19 Nov 2008, Christopher Whittall, Risk magazine
At the FX Week Europe conference in London yesterday, a panel of industry specialists rejected the idea that a forex central counterparty would soon be established.
"It's not that it's not a good idea," said Will Boss, global head of forex operations at UBS. "I'm just not sure [a central counterparty] is short on the horizon, given the industry's widespread nature in terms of numbers of clients."
"I would advocate a central clearing house," agreed Jonathan Kemp, head of forex operations at Citi in London, "but I just think as an industry we're still someway off that". Much of the over-the-counter derivatives market will move to central clearing houses before the end of the year.

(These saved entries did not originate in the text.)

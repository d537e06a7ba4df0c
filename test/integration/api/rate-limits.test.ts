// Rate limits on /api/v1, counted in PostgreSQL so that every app process
// shares them: each token's requests, each signed-in person's API calls with
// the session cookie, and failed token attempts per client address. The
// limits are stubbed small where the number itself is not the point.
import { sql } from "drizzle-orm";
import { afterEach, beforeAll, beforeEach, describe, expect, test, vi } from "vitest";
import { seedDemo } from "../../../db/seed";
import { forgetPeers, fromPeer, recordPeers } from "../../support/peers";
import { bearer, demoIds, load, memberAs, outcome, requestsAs, type ApiRefusal, type DemoIds } from "../../support/routes";
import { createToken, revokeToken } from "~/features/accounts/tokens.server";
import type { Member } from "~/platform/access.server";
import { database } from "~/platform/db.server";
import { resetRateLimits } from "~/platform/rate-limit.server";
import * as workspaceRoute from "~/routes/api.v1/workspace";

type RouteModule = typeof workspaceRoute;

let ids: DemoIds;
let firmware: Member;

beforeAll(async () => {
  await seedDemo(database());
  ids = await demoIds(database());
  firmware = await memberAs("firmware", ids);
});

beforeEach(async () => {
  await resetRateLimits();
  recordPeers();
});

afterEach(() => {
  vi.unstubAllEnvs();
  vi.useRealTimers();
  vi.restoreAllMocks();
  forgetPeers();
});

const UNKNOWN_TOKEN = `gl_${"Q".repeat(43)}`;

/** GET /api/v1/workspace with a token, from `address`, through a route module (of this process unless given another's). */
const withToken = (token: string, address = "198.51.100.20", route: RouteModule = workspaceRoute) =>
  fromPeer(address, () => outcome<ApiRefusal>(() => load(route, bearer("/api/v1/workspace", token))));

const statusesOf = (answers: { status: number }[]) => answers.map((answer) => answer.status);
const tally = (statuses: number[]) => statuses.reduce<Record<number, number>>((counts, status) => ({ ...counts, [status]: (counts[status] ?? 0) + 1 }), {});

function expectRateLimited(answer: { status: number; headers: Headers; body: ApiRefusal }) {
  expect(answer.status).toBe(429);
  expect(answer.body.error.code).toBe("rate_limited");
  const retryAfterS = Number(answer.headers.get("Retry-After"));
  expect(retryAfterS, "Retry-After, in seconds").toBeGreaterThanOrEqual(1);
  expect(retryAfterS, "Retry-After, in seconds").toBeLessThanOrEqual(60);
  expect(answer.body.error.message).toContain(`${retryAfterS} s`);
}

describe("each token: 120 requests a minute, shared by every app process", () => {
  test("Rate limit: two app processes on one database give one token 120 requests a minute in total, not 240", async () => {
    const { token } = await createToken(firmware, "two processes");
    // The second process: the app's modules loaded again, with their own connection pool to the same database.
    vi.resetModules();
    const otherRoute = (await import("~/routes/api.v1/workspace")) as RouteModule;
    const otherDatabase = await import("~/platform/db.server");
    try {
      const answers = [];
      for (let i = 0; i < 240; i++) answers.push(await withToken(token, "198.51.100.20", i % 2 === 0 ? workspaceRoute : otherRoute));
      const statuses = statusesOf(answers);
      expect(tally(statuses), "answers to 240 requests, alternating between the two processes").toEqual({ 200: 120, 429: 120 });
      expect(statuses.slice(0, 120).every((status) => status === 200)).toBe(true);
      expectRateLimited(answers[120]);
      expectRateLimited(answers[239]);
    } finally {
      await otherDatabase.closeDatabase();
    }
  });

  test("GAITLOOM_TOKEN_REQUESTS_PER_MINUTE sets the limit, and a new minute gives the token its requests again", async () => {
    vi.stubEnv("GAITLOOM_TOKEN_REQUESTS_PER_MINUTE", "3");
    vi.useFakeTimers({ toFake: ["Date"], now: new Date() });
    const { token } = await createToken(firmware, "a minute later");
    const first = [];
    for (let i = 0; i < 4; i++) first.push(await withToken(token));
    expect(statusesOf(first)).toEqual([200, 200, 200, 429]);
    vi.setSystemTime(Date.now() + 61_000);
    expect((await withToken(token)).status, "61 s later").toBe(200);
  });

  test("each token has its own count", async () => {
    vi.stubEnv("GAITLOOM_TOKEN_REQUESTS_PER_MINUTE", "2");
    const busy = await createToken(firmware, "busy");
    const quiet = await createToken(firmware, "quiet");
    for (let i = 0; i < 3; i++) await withToken(busy.token);
    expectRateLimited(await withToken(busy.token));
    expect((await withToken(quiet.token)).status).toBe(200);
  });
});

describe("API calls with the session cookie: a limit per person", () => {
  const withCookie = async (role: "lead" | "animator") =>
    fromPeer("198.51.100.30", async () =>
      outcome<ApiRefusal>(async () => load(workspaceRoute, await (await requestsAs(role, ids))("GET", "/api/v1/workspace"))),
    );

  test("past GAITLOOM_SESSION_API_REQUESTS_PER_MINUTE, 429 with Retry-After; another person from the same address is not counted with them", async () => {
    vi.stubEnv("GAITLOOM_SESSION_API_REQUESTS_PER_MINUTE", "3");
    const answers = [];
    for (let i = 0; i < 4; i++) answers.push(await withCookie("lead"));
    expect(statusesOf(answers)).toEqual([200, 200, 200, 429]);
    expectRateLimited(answers[3]);
    expect((await withCookie("animator")).status).toBe(200);
  });
});

describe("failed token attempts: a small number a minute per client address", () => {
  test("after GAITLOOM_FAILED_TOKEN_ATTEMPTS_PER_MINUTE unknown or revoked tokens from one address, the next request is 429 with Retry-After, even with a valid token", async () => {
    vi.stubEnv("GAITLOOM_FAILED_TOKEN_ATTEMPTS_PER_MINUTE", "3");
    const { token: revoked, row } = await createToken(firmware, "to revoke");
    await revokeToken(firmware, row.id);
    const { token: valid } = await createToken(firmware, "valid");
    const failed = [await withToken(UNKNOWN_TOKEN, "203.0.113.7"), await withToken(revoked, "203.0.113.7"), await withToken(UNKNOWN_TOKEN, "203.0.113.7")];
    expect(statusesOf(failed)).toEqual([401, 401, 401]);
    expectRateLimited(await withToken(UNKNOWN_TOKEN, "203.0.113.7"));
    // Refused before the token is looked up, so that guesses from the address learn nothing until the minute is over.
    expectRateLimited(await withToken(valid, "203.0.113.7"));
    // Another address is counted on its own.
    expect((await withToken(UNKNOWN_TOKEN, "203.0.113.8")).status).toBe(401);
    expect((await withToken(valid, "203.0.113.8")).status).toBe(200);
  });

  test("by default ten a minute, and a valid token's requests are not failures", async () => {
    const { token: valid } = await createToken(firmware, "busy but right");
    for (let i = 0; i < 20; i++) expect((await withToken(valid, "203.0.113.9")).status).toBe(200);
    const failed = [];
    for (let i = 0; i < 11; i++) failed.push(await withToken(UNKNOWN_TOKEN, "203.0.113.9"));
    expect(tally(statusesOf(failed))).toEqual({ 401: 10, 429: 1 });
    expect(failed[10].status).toBe(429);
  });
});

describe("GAITLOOM_RATE_LIMITS=off (npm run probe)", () => {
  test("lifts all three limits for a request from loopback to an app on loopback", async () => {
    vi.stubEnv("GAITLOOM_RATE_LIMITS", "off");
    vi.stubEnv("PUBLIC_URL", "http://127.0.0.1:3000");
    vi.stubEnv("GAITLOOM_TOKEN_REQUESTS_PER_MINUTE", "1");
    vi.stubEnv("GAITLOOM_SESSION_API_REQUESTS_PER_MINUTE", "1");
    vi.stubEnv("GAITLOOM_FAILED_TOKEN_ATTEMPTS_PER_MINUTE", "1");
    const { token } = await createToken(firmware, "probe");
    const asLead = await requestsAs("lead", ids);
    for (let i = 0; i < 3; i++) {
      expect((await withToken(token, "127.0.0.1")).status).toBe(200);
      expect((await withToken(UNKNOWN_TOKEN, "127.0.0.1")).status).toBe(401);
      expect((await fromPeer("127.0.0.1", async () => outcome(async () => load(workspaceRoute, await asLead("GET", "/api/v1/workspace"))))).status).toBe(200);
    }
    // From anywhere else the limits hold.
    await withToken(token, "198.51.100.40");
    expect((await withToken(token, "198.51.100.40")).status).toBe(429);
  });
});

describe("when the counters cannot be read or written", () => {
  test("the request is answered, not a 500: a warning is logged and this process counts on its own meanwhile", async () => {
    vi.stubEnv("GAITLOOM_TOKEN_REQUESTS_PER_MINUTE", "3");
    const warnings = vi.spyOn(console, "warn").mockImplementation(() => {});
    const { token } = await createToken(firmware, "database trouble");
    await database().execute(sql`alter table rate_limits rename to rate_limits_away`);
    try {
      const answers = [];
      for (let i = 0; i < 4; i++) answers.push(await withToken(token));
      expect(statusesOf(answers)).toEqual([200, 200, 200, 429]);
      expectRateLimited(answers[3]);
      expect(warnings).toHaveBeenCalled();
      expect(String(warnings.mock.calls[0][0])).toMatch(/rate.?limit/i);
    } finally {
      await database().execute(sql`alter table rate_limits_away rename to rate_limits`);
    }
  });
});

Speculation had mounted that regulators would also reform forex markets. One London-based forex trader even predicted that a forex central clearing house would be operational by mid-2009. But the panel rejected this assertion, claiming refinements are needed rather than major initiatives.

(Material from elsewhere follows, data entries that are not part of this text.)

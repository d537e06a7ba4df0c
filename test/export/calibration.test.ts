import { describe, expect, it } from "vitest";
import { angleTable, calibrationProfileJsonSchema, parseCalibrationProfile, TableExportError, type CalibrationProfile } from "~/export/index";
import { demoGait, metaFor, readCsv, readJsonTable } from "./helpers";

function thrown(run: () => unknown): TableExportError {
  try {
    run();
  } catch (error) {
    if (error instanceof TableExportError) return error;
    throw error;
  }
  throw new Error("expected a TableExportError, nothing was thrown");
}

// Issue 8: calibration profiles per physical unit (trim, reversal, channel overrides), applied at export and recorded in the header.
describe("calibration profiles (issue 8): applied at export, recorded in the header", () => {
  const gait = demoGait("pier-crawler", { template: "tripod", cycleMs: 1200, fps: 50, strideMm: 60, name: "Tripod walk" });
  const profile: CalibrationProfile = {
    name: "SN-0042",
    joints: {
      LF: { coxa: { trimDeg: 2.5, channel: 1 }, femur: { channel: 0, reversed: true } },
      RR: { tibia: { trimDeg: -1.25 } },
    },
  };

  it("validated with zod: issues with path and message", () => {
    const parsed = parseCalibrationProfile({ name: " ", joints: { LF: { femur: { trimDeg: 60, channel: 300, flipped: true } } } });
    expect(parsed.ok).toBe(false);
    if (parsed.ok) return;
    expect(parsed.issues).toEqual(
      expect.arrayContaining([
        { path: "name", message: "must not be empty" },
        { path: "joints.LF.femur.trimDeg", message: "must be at most 45 (got 60)" },
        { path: "joints.LF.femur.channel", message: "must be at most 255 (got 300)" },
        { path: "joints.LF.femur.flipped", message: "is not a known field (check the spelling)" },
      ]),
    );
    expect(parseCalibrationProfile(profile).ok).toBe(true);
    expect(calibrationProfileJsonSchema().title).toBe("Gaitloom calibration profile");
  });

  it("trim adds to servoDeg in degree tables; a channel swap reorders the columns; the reversal override flips pulses", () => {
    const plain = readJsonTable(angleTable(gait.robot, gait.solved, { format: "json", units: "deg", meta: metaFor(gait) }));
    const calibrated = readJsonTable(angleTable(gait.robot, gait.solved, { format: "json", units: "deg", meta: metaFor(gait), calibration: profile }));
    expect(calibrated.channels.slice(0, 3).map((channel) => `${channel.channel}:${channel.name}`)).toEqual(["0:LF.femur", "1:LF.coxa", "2:LF.tibia"]);
    const csvHeader = readCsv(angleTable(gait.robot, gait.solved, { format: "csv", units: "deg", meta: metaFor(gait), calibration: profile }))[0];
    expect(csvHeader.slice(2, 5)).toEqual(["LF.femur", "LF.coxa", "LF.tibia"]);
    const at = (table: typeof plain, name: string) => table.channels.findIndex((channel) => channel.name === name);
    gait.solved.frames.forEach((frame, row) => {
      const coxa = calibrated.frames[row].values[at(calibrated, "LF.coxa")];
      const expectedCoxa = Math.round((frame.legs.LF.angles.coxa + 2.5) * 10) / 10;
      expect(coxa, `frame ${row} LF.coxa: expected ${expectedCoxa}° (solved + 2.5° trim), got ${coxa}°`).toBeCloseTo(expectedCoxa, 9);
      // Reversal belongs to pulses: the femur's degrees are unchanged.
      expect(calibrated.frames[row].values[at(calibrated, "LF.femur")]).toBe(plain.frames[row].values[at(plain, "LF.femur")]);
    });
    const plainUs = readJsonTable(angleTable(gait.robot, gait.solved, { format: "json", units: "us", meta: metaFor(gait) }));
    const calibratedUs = readJsonTable(angleTable(gait.robot, gait.solved, { format: "json", units: "us", meta: metaFor(gait), calibration: profile }));
    const centerUs = gait.robot.legs[0].joints.femur.servo.centerUs;
    plainUs.frames.forEach((frame, row) => {
      const before = frame.values[at(plainUs, "LF.femur")];
      const after = calibratedUs.frames[row].values[at(calibratedUs, "LF.femur")];
      expect(Math.abs(before + after - 2 * centerUs), `frame ${row} LF.femur: ${before} µs and reversed ${after} µs about ${centerUs} µs`).toBeLessThanOrEqual(
        1,
      );
    });
  });

  it("the profile name and the overrides are recorded in the JSON meta and channels and in the C header", () => {
    const json = readJsonTable(angleTable(gait.robot, gait.solved, { format: "json", units: "us", meta: metaFor(gait), calibration: profile }));
    expect(json.meta.calibrationProfile).toBe("SN-0042");
    const lfCoxa = json.channels.find((channel) => channel.name === "LF.coxa")!;
    expect(lfCoxa).toMatchObject({ channel: 1, trimDeg: 2.5, reversed: false });
    expect(json.channels.find((channel) => channel.name === "LF.femur")).toMatchObject({ channel: 0, reversed: true, trimDeg: 0 });
    const c = angleTable(gait.robot, gait.solved, { format: "c", units: "us", meta: metaFor(gait), calibration: profile });
    expect(c).toContain(" * Calibration:  SN-0042\n");
    expect(c).toContain(" *   1: channel 1, LF.coxa, trim 2.5 deg\n");
    expect(c).toContain(" *   0: channel 0, LF.femur, reversed\n");
    const plain = readJsonTable(angleTable(gait.robot, gait.solved, { format: "json", units: "us", meta: metaFor(gait) }));
    expect(plain.meta.calibrationProfile).toBeNull();
  });

  it("two joints on one channel after the overrides are refused with a message naming the channel and both joints", () => {
    const clash: CalibrationProfile = { name: "SN-0099", joints: { LF: { coxa: { channel: 1 } } } };
    const error = thrown(() => angleTable(gait.robot, gait.solved, { format: "c", units: "deg", meta: metaFor(gait), calibration: clash }));
    expect(error.code).toBe("duplicate-channel");
    expect(error.issues).toEqual([
      { path: "joints.LF.coxa.channel", message: 'channel 1 would drive both LF.coxa (set by calibration "SN-0099") and LF.femur (from the robot)' },
    ]);
  });

  it("a profile naming a leg the robot lacks, or an invalid one, is refused (calibration-mismatch)", () => {
    const stranger = thrown(() =>
      angleTable(gait.robot, gait.solved, {
        format: "json",
        units: "deg",
        meta: metaFor(gait),
        calibration: { name: "SN-1", joints: { L9: { coxa: { trimDeg: 1 } } } },
      }),
    );
    expect(stranger.code).toBe("calibration-mismatch");
    expect(stranger.issues[0].path).toBe("joints.L9");
    const invalid = thrown(() =>
      angleTable(gait.robot, gait.solved, {
        format: "json",
        units: "deg",
        meta: metaFor(gait),
        calibration: { name: "SN-1", joints: { LF: { coxa: { trimDeg: -50 } } } },
      }),
    );
    expect(invalid.code).toBe("calibration-mismatch");
    expect(invalid.issues).toEqual([{ path: "joints.LF.coxa.trimDeg", message: "must be at least -45 (got -50)" }]);
  });
});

Frank Smith, a consultant at DealHub, a company providing information on FX trades, believed settlement risk could be reduced by half with the help of electronic and advisory services. The panellists also confirmed CLS Services, which operates the world's largest multi-currency cash settlement system, would continue to be the major trading platform.
"There are still going to be gaps, and at the end of the day we're going to have settlement risk," said Boss. "At one extreme you get that central counterparty, at the other extreme you get stop payments. There needs to be some level of discussion about what we would do with that gap if CLS doesn't exist."
CLS announced a 71% year-on-year increase in the volume of FX trades for the September-October period.